La voiture alluma ses phares et roula comme dans un tunnel obscur. Tous les passagers se rappelaient mutuellement de ne pas heurter les arbres et de se méfier des avions. Sur les pentes, un AC130, qui ressemblait à un immeuble de deux étages, tournoyait, tirant de temps à autre une rafale de balles de 20 mm. La traînée rouge des balles s'étendait du fuselage jusqu'au sol, aussi serrée qu'un fil.

Vers 11 heures, la voiture s'est arrêtée. Le personnel de cuisine et une partie du personnel de l'agence, avec leurs affaires, se sont cachés sur le côté gauche de la route pour entrer dans la grotte. Nous, les éclaireurs et les informateurs, armés de fusils, de munitions et de fils électriques, sommes descendus de la voiture et nous sommes rapidement fondus dans la forêt nocturne pour trouver l'emplacement choisi…

Mon journal de guerre écrivait :

1er février 1973 : À 4 heures du matin, tout le monde se leva pour se préparer. Au même moment, le petit-déjeuner fut apporté. Dans l’épais brouillard, les ombres de deux ouvrières transportant du riz apparurent et disparurent parmi les buissons, apparemment réelles ou irréelles. Un instant, et bientôt, l’artillerie allait tirer. Dans cet endroit dangereux, sous les bombes et les balles, les regarder me fit pitié… Je n’osais plus réfléchir.

Tout le monde s'encourageait à manger. Après avoir fini de manger, les deux filles rangeaient et emportaient leurs paniers pendant un moment, quand soudain les pétards explosèrent.

L'artillerie de 85 mm explosa à proximité, faisant un bruit assourdissant et tremblant comme une bombe. Des boules de feu jaillirent de leurs canons comme des éclairs. Plusieurs séries de tirs rapides, le bruit de l'infanterie chargeant… Quelques coups de feu supplémentaires furent tirés, puis l'artillerie changea de direction… Dans le système de communication, j'entendis les ordres urgents des chefs d'unité.

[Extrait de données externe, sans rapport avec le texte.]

"""Refills as pages list them, with the last weighing and the supply bottle of each."""

from __future__ import annotations

from collections.abc import Iterable

from django.db.models import QuerySet

from bottles.models import Bottle, Draw, Refill, Weighing
from shop.base.composed import composed

LISTED = 5  # refills on a bottle's own page


@composed
def open_refills() -> QuerySet[Refill]:
    """Return the open refills, the oldest first."""
    return _listed().filter(closed_at__isnull=True).order_by("opened_at", "id")


def closed_refills() -> QuerySet[Refill]:
    """Return the closed refills, the latest first."""
    return _listed().filter(closed_at__isnull=False).order_by("-closed_at", "-id")


def latest_refills_of(bottle: Bottle) -> list[Refill]:
    """Return as many of a bottle's refills as its page lists and one more, the latest first."""
    found = _refills(bottle.pk)
    for refill in found:
        refill.bottle = bottle
    return found


def last_weighings(refills: Iterable[Refill]) -> dict[int, Weighing]:
    """Return each refill's last weighing of the bottle being filled, by the refill's key: one query."""
    found: dict[int, Weighing] = {}
    keys = {refill.pk: refill.bottle_id for refill in refills}
    for row in _weighings(keys):
        if row.refill_id and keys[row.refill_id] == row.bottle_id:
            found[row.refill_id] = row
    return found


def last_sources(refills: Iterable[Refill]) -> dict[int, Bottle]:
    """Return the supply bottle in force of each refill: one query."""
    return {row.refill_id: row.source for row in _draws([refill.pk for refill in refills])}


@composed
def _refills(bottle: int) -> QuerySet[Refill]:
    return Refill.objects.filter(bottle=bottle).select_related("station__scale").order_by("-opened_at", "-id")[: LISTED + 1]


@composed
def _weighings(refills: Iterable[int]) -> QuerySet[Weighing]:
    return Weighing.objects.filter(refill__in=refills, strike__isnull=True).order_by("happened_at", "act_id", "id")


@composed
def _draws(refills: Iterable[int]) -> QuerySet[Draw]:
    return Draw.objects.filter(refill__in=refills).select_related("source").order_by("id")


def _listed() -> QuerySet[Refill]:
    return Refill.objects.select_related("bottle", "station__scale")
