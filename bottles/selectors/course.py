"""What a bottle held over time: levels by the books, weighings that stand, the lines that moved."""

from __future__ import annotations

from collections.abc import Sequence
from dataclasses import dataclass
from datetime import datetime

from django.db.models import Q

from bottles.models import Bottle, Line, Weighing

MOST = 400  # lines and weighings that a chart takes, the latest of each


@dataclass(frozen=True, slots=True)
class Course:
    """Oldest first; a level stands just after its moment."""

    levels: Sequence[tuple[datetime, int]]
    weighings: Sequence[Weighing]
    lines: Sequence[Line]


def course_over_time(bottle: Bottle) -> Course:
    """Return the course of a bottle's contents: two queries, three for a long one."""
    weighings = list(
        Weighing.objects.filter(bottle=bottle, strike__isnull=True)
        .select_related("scale", "act__person")
        .order_by("-happened_at", "-id")[:MOST]
    )[::-1]
    lines = list(
        Line.objects.filter(Q(source__bottle=bottle) | Q(target__bottle=bottle))
        .select_related(
            "movement__act__person", "movement__reversal", "source__bottle", "source__customer", "source__car",
            "target__bottle", "target__customer", "target__car",
        )
        .order_by("-movement__happened_at", "-id")[:MOST]
    )[::-1]
    level = _before(bottle, lines)
    levels: list[tuple[datetime, int]] = []
    for line in lines:
        movement = line.movement
        if movement.reverses_id or hasattr(movement, "reversal"):
            continue  # both cancel each other
        level += line.grams if line.target.bottle_id == bottle.pk else -line.grams
        if levels and levels[-1][0] == movement.happened_at:
            levels.pop()
        levels.append((movement.happened_at, level))
    return Course(levels, weighings, lines)


def _before(bottle: Bottle, lines: Sequence[Line]) -> int:
    """What the books held before the oldest of these lines: nothing, unless there are more."""
    if len(lines) < MOST:
        return 0
    balance: int = bottle.account.balance_g
    for line in lines:
        if not (line.movement.reverses_id or hasattr(line.movement, "reversal")):
            balance -= line.grams if line.target.bottle_id == bottle.pk else -line.grams
    return balance
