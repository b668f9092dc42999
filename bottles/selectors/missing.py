"""What isn't known of a bottle yet, and what can't be judged without it."""

from __future__ import annotations

from collections.abc import Collection
from dataclasses import dataclass

from bottles.models import Bottle, Standing
from bottles.rules.marks import read_mark


@dataclass(frozen=True, slots=True)
class Missing:
    """One thing to complete: what, what waits for it, on which page it's told."""

    what: str
    why: str
    page: str  # name of the page
    stops: bool = False  # without it the bottle can't be judged at all


def what_is_missing(bottle: Bottle, standing: Standing, stamped: Collection[str]) -> list[Missing]:
    """List what is missing, what stops a judgement first; `stamped` are the kinds of stamps read."""
    mark = read_mark(bottle.mark) if bottle.mark else None
    made_of = mark.specification.wall if mark and mark.specification else None
    composite = "composite" in (bottle.wall, made_of)
    found = [
        (not bottle.mark, Missing("mark with pressure", "whether it may hold nitrous at all, and its test interval", "edit", True)),
        (
            bool(mark and mark.spec is None),
            Missing("a mark that the list knows", f"“{bottle.mark}” isn't in the list of specifications", "edit", True),
        ),
        (
            bool(mark and mark.spec and not (mark.service or mark.test_pressure)),
            Missing("the mark's pressure", "whether it's strong enough for nitrous", "edit", True),
        ),
        (not {"test", "made"} & set(stamped), Missing("last test", "when its next test is due", "stamps", True)),
        (
            bottle.capacity_ml is None,
            Missing("water capacity or labelled size", "how much may go in", "edit", True),
        ),
        (standing.tare is None, Missing("tare", "what it holds: a weight alone doesn't tell", "tare", True)),
        (standing.ownership is None, Missing("owner", "whose word lets it be filled", "owner", True)),
        (composite and "end" not in stamped, Missing("end of service life", "a composite bottle has one", "stamps", True)),
        (not bottle.serial, Missing("serial number", "which bottle it is: without one it goes to a test house", "edit", True)),
        (
            bottle.capacity_basis == "inferred",
            Missing("stamped water capacity", "the fill limit rests on the labelled size for now", "edit"),
        ),
        ("made" not in stamped, Missing("month made", "whether the other stamps can be right", "stamps")),
        (bottle.wall == "unknown" and made_of is None, Missing("wall", "how cold and warm it gets while filling", "edit")),
        (bottle.dip_tube == "unknown", Missing("dip (siphon) tube or none", "how it must lie to give liquid", "edit")),
        (not bottle.disc, Missing("safety disc", "at which pressure it opens", "edit")),
        ("disc" not in stamped, Missing("safety disc's date", "how old it is", "stamps")),
        (
            bottle.last_held == "" and standing.weighing is None,
            Missing("what it last held", "whether it may be filled without being cleaned first", "edit"),
        ),
        (not bottle.maker, Missing("maker", "which bottle it is, beside its serial number", "edit")),
        (not bottle.outlet, Missing("outlet", "which hose fits", "edit")),
    ]
    return sorted((missing for is_missing, missing in found if is_missing), key=lambda missing: not missing.stops)
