import { useEffect, useState } from 'react';
import { characteristicSchema } from '../../contract/settings-version';
import { characteristicFromTyped } from '../../view/register-scheme-typed';
import { SchemeSketch } from './SchemeSketch';

interface CharacteristicSketchProps {
  /** the fields' values when the page was made */
  typed: Readonly<Record<string, string>>;
  /** keys of the line's terminals */
  terminals: readonly string[];
  /** the form to follow while it is typed in */
  formId: string;
}

/** The characteristic that the form's fields make, drawn as it is typed. */
export function CharacteristicSketch({ typed, terminals, formId }: CharacteristicSketchProps) {
  const [values, setValues] = useState(typed);
  useEffect(() => followForm(formId, setValues), [formId]);
  const settings = characteristicSchema.safeParse(characteristicFromTyped(values, terminals));
  return (
    <SchemeSketch
      characteristics={settings.success ? [settings.data] : []}
      nothing={
        settings.success
          ? 'No scheme can have these figures, so there is nothing to draw.'
          : 'Drawn once all figures of this kind are typed.'
      }
    />
  );
}

function followForm(
  formId: string,
  take: (values: Record<string, string>) => void,
): (() => void) | undefined {
  const form = document.getElementById(formId);
  if (!(form instanceof HTMLFormElement)) return undefined;
  const read = () => {
    const entries = [...new FormData(form)].filter(
      (entry): entry is [string, string] => typeof entry[1] === 'string',
    );
    take(Object.fromEntries(entries));
  };
  // A browser may have put back what was typed before the page was left
  read();
  form.addEventListener('input', read);
  return () => form.removeEventListener('input', read);
}
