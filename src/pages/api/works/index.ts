import type { APIRoute } from 'astro';
import { requireAbility } from '../../../auth/guard';
import { newWorkSchema, worksQuerySchema } from '../../../contract/works';
import { jsonAnswer, jsonProblem, parseSent, readSent } from '../../../server/problems';
import { workRefusal } from '../../../server/work-answer';
import { insertWork, readWorks } from '../../../store/works';

/** Recorded works, the newest first, those withdrawn among them; `?line=<key>` narrows them. */
export const GET: APIRoute = async (context) => {
  const refused = requireAbility(context, 'see lines');
  if (refused !== undefined) return refused;
  const query = parseSent(worksQuerySchema, Object.fromEntries(context.url.searchParams));
  if (!query.ok) return jsonProblem(400, query.problem);
  return jsonAnswer({ works: await readWorks(context.locals.site.store, query.value) });
};

/** Records work done on a line. */
export const POST: APIRoute = async (context) => {
  const refused = requireAbility(context, 'record work');
  if (refused !== undefined) return refused;
  const { site, person } = context.locals;
  const sent = await readSent(context.request, newWorkSchema.strict());
  if (!sent.ok) return sent.answer;
  const kept = await insertWork(site.store, sent.value, { by: person!, nowMs: site.now() });
  return kept.ok ? jsonAnswer(kept.work, 201) : workRefusal(kept);
};
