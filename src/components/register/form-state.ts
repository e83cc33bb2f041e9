import type { RegisterOutcome } from '../../actions/register';
import type { Typed } from '../../view/register-form';

/** What a form shows: values by field, and after a refusal what was said of them. */
export interface FormState {
  readonly values: Typed;
  readonly problem: string | undefined;
  readonly byField: Readonly<Record<string, string>>;
}

/** A form as typed when it came back refused, else with the values that stand. */
export function formState(outcome: RegisterOutcome | undefined, standing: Typed): FormState {
  if (outcome === undefined || outcome.done) return { values: standing, problem: undefined, byField: {} };
  return { values: outcome.typed, problem: outcome.problem, byField: outcome.byField };
}
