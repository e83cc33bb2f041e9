import { useId } from 'react';
import type { Characteristic } from '../../protection/characteristic';
import { schemeDrawing, type Point, type SchemeDrawing } from '../../view/register-drawing';

interface SchemeSketchProps {
  /** one, or an earlier and a later one to be laid over each other */
  characteristics: readonly Characteristic[];
  /** said instead where there is nothing to draw */
  nothing: string;
}

const BOX = { width: 340, height: 210, left: 6, bottom: 20 };
/** below the pickup a label needs this much before the axis */
const LABEL_ROOM = 18;
const LAST = { stroke: 'var(--ink)', strokeWidth: 2 };
const EARLIER = { stroke: 'var(--accent)', strokeWidth: 1.5, strokeDasharray: '6 4' };
const GUIDE = { stroke: 'var(--ink-2)', strokeWidth: 0.75, strokeDasharray: '2 3' };
const strokeOf = (index: number, count: number) => (index === count - 1 ? LAST : EARLIER);

/** A characteristic in the plane of its kind: the threshold over restraint, or the region in which it restrains. */
export function SchemeSketch({ characteristics, nothing }: SchemeSketchProps) {
  const drawing = schemeDrawing(characteristics, BOX);
  if (drawing === undefined)
    return (
      <p className="flex aspect-[34/21] w-full max-w-[22rem] items-center justify-center border border-dashed border-rule px-6 text-center text-ink-2">
        {nothing}
      </p>
    );
  return drawing.kind === 'threshold' ? <Threshold drawing={drawing} /> : <Region drawing={drawing} />;
}

function Frame({ label, children }: { label: string; children: (hatch: string) => React.ReactNode }) {
  const hatchId = useId();
  return (
    <svg
      viewBox={`0 0 ${BOX.width} ${BOX.height}`}
      className="w-full max-w-[22rem]"
      role="img"
      aria-label={label}
    >
      <defs>
        <pattern
          id={hatchId}
          width="6"
          height="6"
          patternUnits="userSpaceOnUse"
          patternTransform="rotate(45)"
        >
          <line x1="0" y1="0" x2="0" y2="6" stroke="var(--rule)" strokeWidth="0.6" />
        </pattern>
      </defs>
      {children(`url(#${hatchId})`)}
    </svg>
  );
}

const pointsText = (points: readonly Point[]): string =>
  points.map(([x, y]) => `${x.toFixed(1)},${y.toFixed(1)}`).join(' ');

function Label({
  x,
  y,
  children,
  anchor,
}: {
  x: number;
  y: number;
  children: string;
  anchor?: 'middle' | 'end';
}) {
  return (
    <text
      {...{ x, y, fontSize: 11, fill: 'var(--ink-2)', stroke: 'var(--panel)', strokeWidth: 3 }}
      paintOrder="stroke"
      textAnchor={anchor ?? 'start'}
    >
      {children}
    </text>
  );
}

function Threshold({ drawing }: { drawing: Extract<SchemeDrawing, { kind: 'threshold' }> }) {
  const { curves, restraintLabel } = drawing;
  const last = curves[curves.length - 1]!;
  const floor = BOX.height - BOX.bottom;
  const words = curves.map(
    ({ pickupLabel, kneeX, kneeLabel }) =>
      `pickup ${pickupLabel}${kneeX === undefined ? '' : `, knee at ${kneeLabel}`}`,
  );
  return (
    <Frame label={`Threshold against restraint: ${words.join('; then ')}.`}>
      {(hatch) => (
        <>
          <polygon
            points={`${pointsText(last.points)} ${BOX.width},0 ${BOX.left},0`}
            fill={hatch}
            opacity="0.7"
          />
          <path d={`M${BOX.left} 0V${floor}H${BOX.width}`} fill="none" stroke="var(--rule)" />
          <path d={`M${BOX.left} ${last.pickupY.toFixed(1)}H${BOX.width}`} {...GUIDE} />
          {last.kneeX !== undefined && <path d={`M${last.kneeX.toFixed(1)} 0V${floor}`} {...GUIDE} />}
          {curves.map(({ points }, index) => (
            <polyline
              key={index}
              points={pointsText(points)}
              fill="none"
              strokeLinejoin="round"
              {...strokeOf(index, curves.length)}
            />
          ))}
          <Label
            x={BOX.width - 2}
            y={last.pickupY + (last.pickupY > floor - LABEL_ROOM ? -5 : 13)}
            anchor="end"
          >{`pickup ${last.pickupLabel}`}</Label>
          <Label x={BOX.left} y={BOX.height - 5}>
            0
          </Label>
          {last.kneeX !== undefined && (
            <Label x={last.kneeX} y={BOX.height - 5} anchor="middle">{`knee ${last.kneeLabel}`}</Label>
          )}
          <Label x={BOX.width - 2} y={BOX.height - 5} anchor="end">
            {restraintLabel}
          </Label>
          <Label x={BOX.left + 10} y={16}>
            operates
          </Label>
        </>
      )}
    </Frame>
  );
}

function Region({ drawing }: { drawing: Exclude<SchemeDrawing, { kind: 'threshold' }> }) {
  const { centre, unit, regions } = drawing;
  const [x, y] = centre;
  const isAlpha = drawing.kind === 'alpha-plane';
  const last = regions[regions.length - 1]!;
  const what = isAlpha ? 'Ratio of the two ends’ currents' : 'Angle between the two ends’ currents';
  return (
    <Frame label={`${what}. Restrains ${regions.map(({ label }) => label).join('; then ')}.`}>
      {(hatch) => (
        <>
          {isAlpha ? (
            <rect width={BOX.width} height={BOX.height} fill={hatch} opacity="0.7" />
          ) : (
            <circle cx={x} cy={y} r={unit} fill={hatch} stroke="var(--rule)" />
          )}
          {regions.map(({ points }, index) => (
            <polygon
              key={index}
              points={pointsText(points)}
              fill={index === regions.length - 1 ? 'var(--panel)' : 'none'}
              fillRule="evenodd"
              strokeLinejoin="round"
              {...strokeOf(index, regions.length)}
            />
          ))}
          {regions.length > 1 && (
            <polygon
              points={pointsText(regions[0]!.points)}
              fill="none"
              strokeLinejoin="round"
              {...EARLIER}
            />
          )}
          <path d={`M0 ${y}H${BOX.width}M${x} 0V${BOX.height}`} stroke="var(--rule)" strokeWidth="0.75" />
          {isAlpha && <circle cx={x - unit} cy={y} r="3" fill="var(--ink)" />}
          {isAlpha && (
            <Label x={x - unit} y={y - 7} anchor="middle">
              −1
            </Label>
          )}
          {isAlpha ? <AlphaLabels y={y} /> : <SectorLabels x={x} y={y} unit={unit} />}
          <Label x={last.mark.at[0] - 5} y={isAlpha ? y - 5 : y + 14} anchor="end">
            {last.mark.text}
          </Label>
        </>
      )}
    </Frame>
  );
}

function AlphaLabels({ y }: { y: number }) {
  return (
    <>
      <Label x={6} y={16}>
        operates
      </Label>
      <Label x={BOX.width - 4} y={y - 5} anchor="end">
        real
      </Label>
    </>
  );
}

function SectorLabels({ x, y, unit }: { x: number; y: number; unit: number }) {
  return (
    <>
      <Label x={x + unit / 2} y={y - 8} anchor="middle">
        operates
      </Label>
      <Label x={x - unit / 2} y={y - 8} anchor="middle">
        restrains
      </Label>
      <Label x={x - unit - 5} y={y - 5} anchor="end">
        180°
      </Label>
      <Label x={x + unit + 5} y={y - 5}>
        0°
      </Label>
    </>
  );
}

Vers 18 heures, le canon rugit encore quelques fois, puis se tut.

Deux jours plus tard, les soldats se murmuraient que la bataille n'avait pas atteint son objectif en raison d'un manque de reconnaissance approfondie, d'une mauvaise compréhension de la situation ennemie et d'une mauvaise coordination entre les forces. Des mortiers de 120 mm ont touché le dos de l'infanterie, des chars sont tombés dans la rivière...

Journal du 5 février 1973 :Il y avait du travail à la compagnie d'information. Ngu, de la même ville natale, a rapporté la mort de l'agent spécial Luyen. Luyen était la sœur cadette de mon ami Xuyen. Des trois Quynh Haus qui ont participé à cette campagne, un a disparu. Ngu m'a donné un colis standard du Têt Tam Dao et m'a murmuré à l'oreille : « Les artilleurs antiaériens peuvent rentrer en premier… » Quand tu rentreras, préviens mes parents pour qu'ils ne s'inquiètent pas. »

Deux mois plus tard, après la fin de la campagne, le bataillon reçut l'ordre de se replier. J'en profitai pour rendre visite à la famille. J'y retournai la veille et, le lendemain, la mère de Luyen vint me voir, sanglotant et s'enquérant de la situation. Je lui rapportai les paroles de Ngu, car je n'en avais pas été témoin. Je me rendis également chez Ngu pour annoncer la nouvelle à la famille.

C'était hier… et pourtant, un demi-siècle s'est écoulé. Je ne peux oublier les jours de guerre et le début de l'année sur le champ de bataille laotien en 1972-1973.